◆ WORK REQUEST:
From the listing below, pull each line that includes "hunt".

···

/* slope.h - readings of runs that turned at slightly different speeds, brought to one.
 *
 * Within a run the speed wanders a little, and near a resonance the 1x vector follows it. The slope
 * of the block vectors over speed then tells what a reading would have been at the mean speed of
 * its condition's runs. That is done for a sensor in a condition only where it helps, and for all
 * of its runs or for none.
 */
#ifndef LOPSIDE_SOLVE_SLOPE_H
#define LOPSIDE_SOLVE_SLOPE_H

#include <complex.h>
#include <stdbool.h>
#include <stddef.h>

#include "solve/model.h"

struct slope { /* running sums over the blocks of one sensor in one run; all zero to begin with */
    size_t count;
    double mean_rpm, sxx, least, most;
    double complex mean, sxz;
    double szz;
};

/* Takes a block: its speed, its vector (SI peak). A NaN is left out. */
void slope_add(struct slope *slope, double rpm, double complex vector);

/* What a reading changes by from speed `from` to speed `to` (rpm), and the complex variance of
 * that. False: fewer than 16 blocks, a speed that is not known, or further than the run's own range
 * of speeds. Neighbouring blocks are rarely independent: the variance is that of a quarter as many.
 */
bool slope_shift(const struct slope *slope, double from, double to, double complex *shift,
                 double *variance);

struct slope_match { /* what was done to a sensor in a condition */
    size_t sensor;
    const char *condition; /* borrowed from the readings */
    double rpm;            /* the speed that all are brought to */
    double largest;        /* shift, SI peak */
};

/* Brings the usable readings of `sensor` in `condition` to their mean speed, cov widened by what
 * that costs instead of by_speed, where the shifts together are more than 3 standard errors and 1 %
 * of the readings; slopes is runs x sensors. False: nothing was changed. Runs with a role are left
 * alone. */
bool slope_bring(const struct job *job, struct model_reading *readings, size_t count,
                 const struct slope *slopes, size_t sensor, const char *condition,
                 struct slope_match *match);

#endif
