/* stored.h - responses known from earlier jobs on the machine, as prior knowledge of a row. */
#ifndef LOPSIDE_SOLVE_STORED_H
#define LOPSIDE_SOLVE_STORED_H

#include "solve/model.h"

/* A response of a speed further away than this share is of another machine: what `speed-match`
 * refuses across the runs of a condition. */
#define STORED_SPEED_APART 0.03

/* Stored and new differ by more than both allow from so many standard errors on (design: checks).
 */
#define STORED_CHANGED 3.0

/* Finds the job's responses of the row's condition and sensor; row->speed_rpm is set. Fills
 * row->stored and row->apart. With amplitudes alone none can be used. */
void stored_match(const struct model *model, struct model_row *row);

/* Rank of [1, x] with the row's stored responses taken as found (regress_rank). */
int stored_rank(const struct model_row *row, size_t planes, size_t count, const double complex *x)
    __attribute__((warn_unused_result));

/* Fits the row's readings with the stored responses as prior; fills posterior, misfit (of the
 * readings among themselves), changed, kept. Where the runs alone determine a response that differs
 * from the stored one by STORED_CHANGED standard errors or more, the row's stored responses are set
 * aside if the runs alone determine everything; else their covariances grow by the square of the
 * misfit, so that they bind no more than they deserve. Gives an enum regress_error. */
int stored_fit(struct model_row *row, size_t planes) __attribute__((warn_unused_result));

#endif
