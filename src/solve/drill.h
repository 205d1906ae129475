/* drill.h - holes that take mass off: a flat-bottomed cylinder; what the drill's point takes
 * besides is not counted, so depth is that of the full diameter. */
#ifndef LOPSIDE_SOLVE_DRILL_H
#define LOPSIDE_SOLVE_DRILL_H

/* Mass (kg) of a hole of diameter `hole` and depth `depth` (m) in `density` (kg/m3); INFINITY where
 * any of them is not above 0: no limit. */
double drill_mass(double hole, double density, double depth);

/* Depth (m) of the hole that takes `mass` (kg) off; NaN where hole or density is not above 0. */
double drill_depth(double hole, double density, double mass);

#endif
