/* place_setup.h - from the problem to the hunt: checks, the objective's rows, what each plane can carry. */
#ifndef LOPSIDE_SOLVE_PLACE_SETUP_H
#define LOPSIDE_SOLVE_PLACE_SETUP_H

#include "solve/place_branch.h"

/* Whether every number of the problem is finite and in its legal range. */
bool place_setup_legal(const struct place_problem *problem);

/* Sites, forms, and "nothing added" as the first kept placement. Planes without influence on any row get no
 * site: nothing is ever put there. Returns 0, or -1 when memory is short; release in any case. */
int place_setup_init(struct place_hunt *hunt, const struct place_problem *problem)
    __attribute__((warn_unused_result));

/* At most `most` pieces a plane from now on. Same returns. */
int place_setup_pieces(struct place_hunt *hunt, const struct place_problem *problem, int most)
    __attribute__((warn_unused_result));

void place_setup_release(struct place_hunt *hunt);

#endif
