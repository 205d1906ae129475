#include "solve/already.h"

#include <math.h>
#include <stdio.h>

#include "solve/forecast.h"

/* Upper end of the 95 % range of the next reading as found, SI peak; NaN: no reading tells. */
static double upper_end(const struct model *m, const struct model_row *row)
{
    double complex sum = 0;
    double cov[3] = {0}, n = 0;
    for (size_t i = 0; i < row->count; i++) {
        if (!job_run_is_bare(m->job, row->runs[i]))
            continue;
        n++;
        sum += row->y[i];
        for (int k = 0; k < 3; k++)
            cov[k] += row->total[i][k];
    }
    if (!(n > 0))
        return NAN;
    for (int k = 0; k < 3; k++) /* of the mean, and of one more reading */
        cov[k] *= (1 / n + 1) / n;
    return forecast_quantile(sum / n, cov, m->dof, 0.975);
}

bool already_meets(const struct model *m)
{
    bool targets = false;
    if (m->job->aim.mounted >= 0)
        return false;
    for (size_t r = 0; r < m->row_count; r++) {
        const struct model_row *row = &m->rows[r];
        if (!row->in_aim || isnan(row->target))
            continue;
        targets = true;
        if (!(upper_end(m, row) <= row->target))
            return false;
    }
    return targets;
}

void already_step(const struct model *m, struct advice_next *next)
{
    *next = (struct advice_next){.step = "done"};
    snprintf(next->text, sizeof next->text,
             "as found meets the aim already: nothing needs to be fitted%s",
             model_is_bare(m) ? "" : "; take off what was mounted since");
}
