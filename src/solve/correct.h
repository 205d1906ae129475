/* correct.h - the ideal weights: least squares, least expected vibration, and how far they are
 * known.
 *
 * A row is a sensor in a condition; `rows` posteriors share the planes. scale[r] (1/SI) makes the
 * rows comparable. W[p] is the equivalent weight to add, kg at the plane's radius against rotation.
 */
#ifndef LOPSIDE_SOLVE_CORRECT_H
#define LOPSIDE_SOLVE_CORRECT_H

#include <complex.h>
#include <stddef.h>

#include "solve/posterior.h"

enum correct_error { CORRECT_OK = 0, CORRECT_NO_MEMORY = -1, CORRECT_FAILED = -2 };

/* The classical influence-coefficient answer: minimises sum (scale |Z0 + A W|)^2 of the means
 * (Goodman 1964). The shortest one where the responses are of lower rank. */
int correct_least_squares(const struct posterior *rows, const double *scale, size_t count,
                          size_t planes, double complex *w) __attribute__((warn_unused_result));

/* Covariance of that answer: `cov` is (2 planes) x (2 planes), row-major, of [re W0, im W0, re W1
 * ...]. First-order propagation of the posterior through the least squares, the residual's part
 * included, with the responses' variance weighed by the second moment of W, not by its estimate
 * alone: close to the border of what can be told this widens the region as Fieller's theorem asks
 * (J. R. Stat. Soc. B 16 (1954) 175-185). */
int correct_covariance(const struct posterior *rows, const double *scale, size_t count,
                       size_t planes, const double complex *w, double *cov)
    __attribute__((warn_unused_result));

/* Minimises x^H F x, x = [1, W], for a Hermitian positive semidefinite F of (planes+1)^2, row-major
 * (see posterior_forms): the least expected squared vibration where F is the sum over rows. */
int correct_quadratic(const double complex *form, size_t planes, double complex *w)
    __attribute__((warn_unused_result));

/* x^H F x for x = [1, W]. */
double correct_value(const double complex *form, size_t planes, const double complex *w);

/* Condition number of the responses, rows divided by se[r] (SI, > 0), columns brought to unit
 * length. INFINITY with fewer rows than planes or a zero response. `weak` (planes, kg) is the
 * pattern of weights that is seen least, its largest part 1. */
int correct_condition(const struct posterior *rows, const double *se, size_t count, size_t planes,
                      double *condition, double complex *weak) __attribute__((warn_unused_result));

#endif
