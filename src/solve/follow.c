#include "solve/follow.h"

#include <math.h>
#include <stdio.h>

#include "base/angle.h"
#include "solve/turn.h"

/* deg: within so much of the opposite it is one, common practice for a position that is off. */
#define TURN_OPPOSITE 15
/* Refused from so many standard errors on, twice the caution, where the sheet does not say, and
 * from so many deg on: less cannot turn the sign of the answer, and `linearity` sees it. */
#define TURN_REFUSED 6
#define TURN_SENSE 20

/* What a turn of the effect that differs so from the weight's looks like. */
static const char *turn_looks(const struct turn_figure *t)
{
    double apart = fabs(angle_wrap_180(t->effect_deg - t->weight_deg));
    double mirror = fabs(angle_wrap_180(t->effect_deg + t->weight_deg));
    if (apart > 180 - TURN_OPPOSITE && (mirror > TURN_OPPOSITE || !(mirror < 0.5 * apart)))
        return ", as if one of them had been removed instead of added (or the reverse), or mounted "
               "opposite: check how and where each was mounted";
    if (mirror < 0.5 * apart)
        return ", as if angles or phase were counted the other way: check the sheet's `angles` and "
               "`phase`";
    return ": check the angles of the weights";
}

/* No trials of a plane tell a mirror: said, not called in order. */
static void turn_untold(const struct model *m, size_t plane, const struct turn_figure *t,
                        struct advice_finding *f)
{
    f->verdict = ADVICE_OK;
    f->value = f->limit = NAN;
    f->unit = "";
    snprintf(f->text, sizeof f->text,
             "not checkable with these runs: the weights on '%s' stand %.0f deg apart; a run with "
             "one that is 30 to 150 deg from them would show a wrong counting sense",
             m->job->planes[plane].name, fabs(t->weight_deg));
}

bool follow_row(const struct model *m, const struct model_row *row, size_t plane,
                struct advice_finding *f)
{
    struct judge_limits l = judge_limits_of(m->job, "lag-follows-weight", 3, INFINITY);
    struct turn_figure t;
    if (m->amplitudes || l.off ||
        !turn_worst(row->count, m->job->plane_count, row->y, row->x, (const double(*)[3])row->total,
                    plane, &t))
        return false;
    *f = (struct advice_finding){.check = "lag-follows-weight",
                                 .unit = "s.e.",
                                 .basis = "common practice",
                                 .run = (int)row->runs[t.to],
                                 .sensor = (int)row->sensor};
    if (isinf(l.refuse) && fabs(angle_wrap_180(t.effect_deg - t.weight_deg)) >= TURN_SENSE)
        l.refuse = fmax(TURN_REFUSED, l.caution);
    f->value = t.se;
    f->verdict = judge_value(&l, t.se, &f->limit);
    if (f->verdict == ADVICE_OK && !t.told) {
        turn_untold(m, plane, &t, f);
        return true;
    }
    snprintf(f->text, sizeof f->text,
             "from run '%s' the weight on '%s' turned by %.0f deg %s rotation and the lag of its "
             "effect %s by %.0f deg%s",
             m->job->runs[row->runs[t.from]].name, m->job->planes[plane].name, fabs(t.weight_deg),
             t.weight_deg < 0 ? "with" : "against", t.effect_deg < 0 ? "fell" : "grew",
             fabs(t.effect_deg), f->verdict == ADVICE_OK ? "" : turn_looks(&t));
    return true;
}

bool follow_worst(const struct model *m, size_t plane, struct advice_finding *worst)
{
    struct advice_finding f;
    bool any = false;
    for (size_t r = 0; r < m->row_count; r++) {
        if (!follow_row(m, &m->rows[r], plane, &f))
            continue;
        if (!any || isnan(worst->value) || f.value > worst->value)
            *worst = f;
        any = true;
    }
    return any;
}
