/* misfit.h - runs that do not fit one set of responses, in words. */
#ifndef LOPSIDE_SOLVE_MISFIT_H
#define LOPSIDE_SOLVE_MISFIT_H

#include <stdbool.h>
#include <stddef.h>

#include "solve/advice.h"
#include "solve/model.h"

/* The finding `linearity`: misfit of a row where runs are spare, about the run that does not fit
 * where it is known which. False: no figure, hence no finding. */
bool misfit_judge(const struct model *model, const struct model_row *row,
                  struct advice_finding *finding);

/* "'f', 't1' or 't2'": the runs of which any one may be wrong, two dozen bytes and more. False:
 * there is none such. */
bool misfit_list(const struct model *model, const struct model_row *row, char *text, size_t size);

#endif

···

◆ WRITTEN SOLUTION:
/* place_setup.h - from the problem to the hunt: checks, the objective's rows, what each plane can carry. */
int place_setup_init(struct place_hunt *hunt, const struct place_problem *problem)
int place_setup_pieces(struct place_hunt *hunt, const struct place_problem *problem, int most)
void place_setup_release(struct place_hunt *hunt);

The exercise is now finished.